[[ INPUT DATA open ]]

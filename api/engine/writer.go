package engine

import (
	"bytes"
	"context"
	"crypto/sha256"
	"encoding/hex"
	"encoding/json"
	"errors"
	"fmt"
	"math/rand/v2"
	"net/http"
	"time"

	"github.com/samply/golang-fhir-models/fhir-models/fhir"

	"github.com/deadspace-fhir/deadspace/api/store"
	"github.com/deadspace-fhir/deadspace/fhir/client"
	"github.com/deadspace-fhir/deadspace/fhir/encode"
)

// errWaiting means a write depends on an earlier one that the server has not
// acknowledged yet (an update of an Observation whose create is pending).
var errWaiting = errors.New("waiting for an earlier write")

// Backoff bounds for outbox retries. The client already retries each call a
// few times; these are the longer waits between outbox attempts.
const (
	backoffBase = 500 * time.Millisecond
	backoffMax  = 2 * time.Minute
)

func (e *Engine) writeLoop(ctx context.Context) {
	for {
		wait := e.drain(ctx)
		t := time.NewTimer(wait)
		select {
		case <-ctx.Done():
			t.Stop()
			return
		case <-e.flush:
		case <-t.C:
		}
		t.Stop()
	}
}

// FlushNow sends every due write once, for tests and shutdown.
func (e *Engine) FlushNow(ctx context.Context) { e.drain(ctx) }

// drain sends due writes until none is due and returns how long to wait.
func (e *Engine) drain(ctx context.Context) time.Duration {
	for ctx.Err() == nil {
		due, err := e.cfg.Store.DueWrites(ctx, e.now(), 16)
		if err != nil {
			e.log.ErrorContext(ctx, "reading the outbox failed", "err", err)
			return time.Second
		}
		if len(due) == 0 {
			st, err := e.cfg.Store.Stats(ctx)
			if err == nil && st.OutboxDepth == 0 {
				e.mu.Lock()
				e.outboxBlocked = time.Time{}
				e.mu.Unlock()
				return 30 * time.Second
			}
			return 250 * time.Millisecond
		}
		for _, w := range due {
			if ctx.Err() != nil {
				return 0
			}
			e.attempt(ctx, w)
		}
	}
	return 0
}

// attempt sends one write and records the outcome.
func (e *Engine) attempt(ctx context.Context, w store.Write) {
	server, err := e.send(ctx, w)
	now := e.now()
	switch {
	case err == nil:
		if aerr := e.cfg.Store.Acknowledge(ctx, w.ID, server); aerr != nil {
			// The server has it; the next attempt's conditional creates
			// will find it again rather than write it twice.
			e.log.ErrorContext(ctx, "recording an acknowledged write failed", "write", w.ID, "err", aerr)
			return
		}
		e.writeResult("acknowledged")
		e.mu.Lock()
		e.outboxBlocked = time.Time{}
		e.mu.Unlock()
	case errors.Is(err, errWaiting):
		_ = e.cfg.Store.Reschedule(ctx, w.ID, now.Add(time.Second), err.Error())
	case ctx.Err() != nil:
		// Shutting down: the write stays in the outbox as it was.
	case permanent(err):
		reason := err.Error()
		if berr := e.cfg.Store.Bury(ctx, w.ID, reason, now); berr != nil {
			e.log.ErrorContext(ctx, "moving a refused write to the dead letters failed", "write", w.ID, "err", berr)
			return
		}
		e.writeResult("dead-letter")
		if e.cfg.Hooks.DeadLetter != nil {
			e.cfg.Hooks.DeadLetter()
		}
		e.log.ErrorContext(ctx, "the FHIR server refused a write; moved to the dead letters", "write", w.ID, "reason", reason)
	default:
		wait := backoff(w.Attempts)
		var ce *client.Error
		if errors.As(err, &ce) && ce.RetryAfter > wait {
			wait = ce.RetryAfter
		}
		_ = e.cfg.Store.Reschedule(ctx, w.ID, now.Add(wait), err.Error())
		e.writeResult("retry")
		e.mu.Lock()
		if e.outboxBlocked.IsZero() {
			e.outboxBlocked = now
		}
		e.mu.Unlock()
		e.log.WarnContext(ctx, "write failed; will retry", "write", w.ID, "attempt", w.Attempts+1, "wait", wait, "err", err)
	}
}

func (e *Engine) writeResult(outcome string) {
	if e.cfg.Hooks.WriteResult != nil {
		e.cfg.Hooks.WriteResult(outcome)
	}
}

// permanent reports whether the server refused the write for a reason a
// retry cannot change: a 4xx other than 408 and 429.
func permanent(err error) bool {
	var ce *client.Error
	if !errors.As(err, &ce) {
		return false
	}
	return ce.Status >= 400 && ce.Status < 500 && ce.Status != http.StatusRequestTimeout && ce.Status != http.StatusTooManyRequests
}

// backoff is exponential with full jitter.
func backoff(attempts int) time.Duration {
	d := backoffBase << min(attempts, 16)
	if d <= 0 || d > backoffMax {
		d = backoffMax
	}
	return time.Duration(rand.Int64N(int64(d)) + 1)
}

// urn returns a stable urn:uuid for a name, so the same write always uses
// the same fullUrls.
func urn(name string) string {
	h := sha256.Sum256([]byte("deadspace fullUrl\x00" + name))
	h[6] = (h[6] & 0x0f) | 0x50 // version 5 style: name-based
	h[8] = (h[8] & 0x3f) | 0x80
	x := hex.EncodeToString(h[:16])
	return "urn:uuid:" + x[0:8] + "-" + x[8:12] + "-" + x[12:16] + "-" + x[16:20] + "-" + x[20:32]
}

type txEntry struct {
	FullURL  string          `json:"fullUrl,omitempty"`
	Resource json.RawMessage `json:"resource"`
	Request  txRequest       `json:"request"`
}

type txRequest struct {
	Method      string `json:"method"`
	URL         string `json:"url"`
	IfNoneExist string `json:"ifNoneExist,omitempty"`
}

// send builds the write's transaction, posts it, and returns the server's
// id and version of each series it carried.
func (e *Engine) send(ctx context.Context, w store.Write) (map[string][2]string, error) {
	var body writeBody
	if err := json.Unmarshal(w.Body, &body); err != nil {
		return nil, &client.Error{Op: "decode outbox write", Status: http.StatusBadRequest, Outcome: err.Error()}
	}
	enc := e.cfg.Encoder
	opts := enc.Options()
	device := enc.Device()
	deviceURN := urn(enc.DeviceRef())
	rewrite := map[string]string{enc.DeviceRef(): deviceURN}
	device.Id = nil
	deviceJSON, err := json.Marshal(device)
	if err != nil {
		return nil, fmt.Errorf("engine: encode device: %w", err)
	}
	entries := []txEntry{{
		FullURL: deviceURN, Resource: deviceJSON,
		Request: txRequest{Method: "POST", URL: "Device", IfNoneExist: "identifier=" + *device.Identifier[0].System + "|" + *device.Identifier[0].Value},
	}}

	var bundle encode.Bundle
	observations := make([]fhir.Observation, len(body.Observations))
	for i, raw := range body.Observations {
		o, err := fhir.UnmarshalObservation(raw)
		if err != nil {
			return nil, &client.Error{Op: "decode outbox write", Status: http.StatusBadRequest, Outcome: err.Error()}
		}
		observations[i] = o
	}
	switch body.Kind {
	case writeCreate:
		prov, err := fhir.UnmarshalProvenance(body.Provenance)
		if err != nil {
			return nil, &client.Error{Op: "decode outbox write", Status: http.StatusBadRequest, Outcome: err.Error()}
		}
		for i := range observations {
			rewrite["Observation/"+*observations[i].Id] = urn(body.Series[i])
		}
		bundle = encode.Bundle{Observations: observations, Provenance: prov}
	case writeRevise, writeWithdraw:
		var previous []string
		for i := range observations {
			en, err := e.cfg.Store.Entry(ctx, body.Series[i])
			if err != nil {
				return nil, fmt.Errorf("engine: %w", err)
			}
			if en.ServerID == "" {
				return nil, errWaiting
			}
			observations[i].Id = &en.ServerID
			observations[i].Meta = nil
			if en.ServerVersion != "" {
				v := en.ServerVersion
				observations[i].Meta = &fhir.Meta{VersionId: &v}
				previous = append(previous, "Observation/"+en.ServerID+"/_history/"+en.ServerVersion)
			}
		}
		if body.Kind == writeWithdraw {
			bundle, err = enc.Withdrawal(observations[0], body.Why)
		} else {
			prov, perr := fhir.UnmarshalProvenance(body.Provenance)
			if perr != nil {
				return nil, &client.Error{Op: "decode outbox write", Status: http.StatusBadRequest, Outcome: perr.Error()}
			}
			bundle = encode.Bundle{Observations: observations, Provenance: prov}
			if len(previous) > 0 {
				bundle, err = enc.Revision(bundle, previous)
			}
		}
		if err != nil {
			return nil, &client.Error{Op: "encode revision", Status: http.StatusBadRequest, Outcome: err.Error()}
		}
	default:
		return nil, &client.Error{Op: "decode outbox write", Status: http.StatusBadRequest, Outcome: "unknown write kind " + body.Kind}
	}

	for i, o := range bundle.Observations {
		req := txRequest{Method: "PUT", URL: "Observation/" + *o.Id}
		fullURL := ""
		if body.Kind == writeCreate {
			key, _ := identifiers(o)
			req = txRequest{Method: "POST", URL: "Observation", IfNoneExist: "identifier=" + opts.IdentifierSystem + "|" + key}
			fullURL = urn(body.Series[i])
			o.Id = nil
		} else {
			o.Meta = nil
		}
		raw, err := marshalRewritten(o, rewrite)
		if err != nil {
			return nil, err
		}
		entries = append(entries, txEntry{FullURL: fullURL, Resource: raw, Request: req})
	}
	prov := bundle.Provenance
	tag := *prov.Id
	prov.Id = nil
	prov.Meta = &fhir.Meta{Tag: []fhir.Coding{{System: &e.cfg.ProvenanceTagSystem, Code: &tag}}}
	provJSON, err := marshalRewritten(prov, rewrite)
	if err != nil {
		return nil, err
	}
	entries = append(entries, txEntry{
		FullURL: urn("Provenance/" + tag), Resource: provJSON,
		Request: txRequest{Method: "POST", URL: "Provenance", IfNoneExist: "_tag=" + e.cfg.ProvenanceTagSystem + "|" + tag},
	})
	tx, err := json.Marshal(struct {
		ResourceType string    `json:"resourceType"`
		Type         string    `json:"type"`
		Entry        []txEntry `json:"entry"`
	}{"Bundle", "transaction", entries})
	if err != nil {
		return nil, fmt.Errorf("engine: encode transaction: %w", err)
	}
	resp, err := e.cfg.Client.Transaction(ctx, tx)
	if err != nil {
		var ce *client.Error
		if errors.As(err, &ce) && ce.Status > 0 {
			e.serverAnswered()
		}
		return nil, err
	}
	e.serverAnswered()
	if len(resp.Entries) != len(entries) {
		return nil, fmt.Errorf("engine: transaction response has %d entries for %d requests", len(resp.Entries), len(entries))
	}
	server := make(map[string][2]string, len(body.Series))
	for i, s := range body.Series {
		r := resp.Entries[i+1]
		server[s] = [2]string{r.ID, r.VersionID}
	}
	return server, nil
}

// marshalRewritten encodes a resource with every reference named in rewrite
// replaced, so references between entries of one transaction use their
// fullUrls and the server resolves them to the ids it assigns.
func marshalRewritten(v any, rewrite map[string]string) (json.RawMessage, error) {
	raw, err := json.Marshal(v)
	if err != nil {
		return nil, fmt.Errorf("engine: encode resource: %w", err)
	}
	for from, to := range rewrite {
		raw = bytes.ReplaceAll(raw, []byte(`"reference":"`+from+`"`), []byte(`"reference":"`+to+`"`))
	}
	return raw, nil
}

[[ INPUT DATA closed ]]

→ **YOUR ASSIGNMENT**: Answer with the number alone: how many lines in the records include the word "ErrorContext"?

→ **TASK RESPONSE**: 4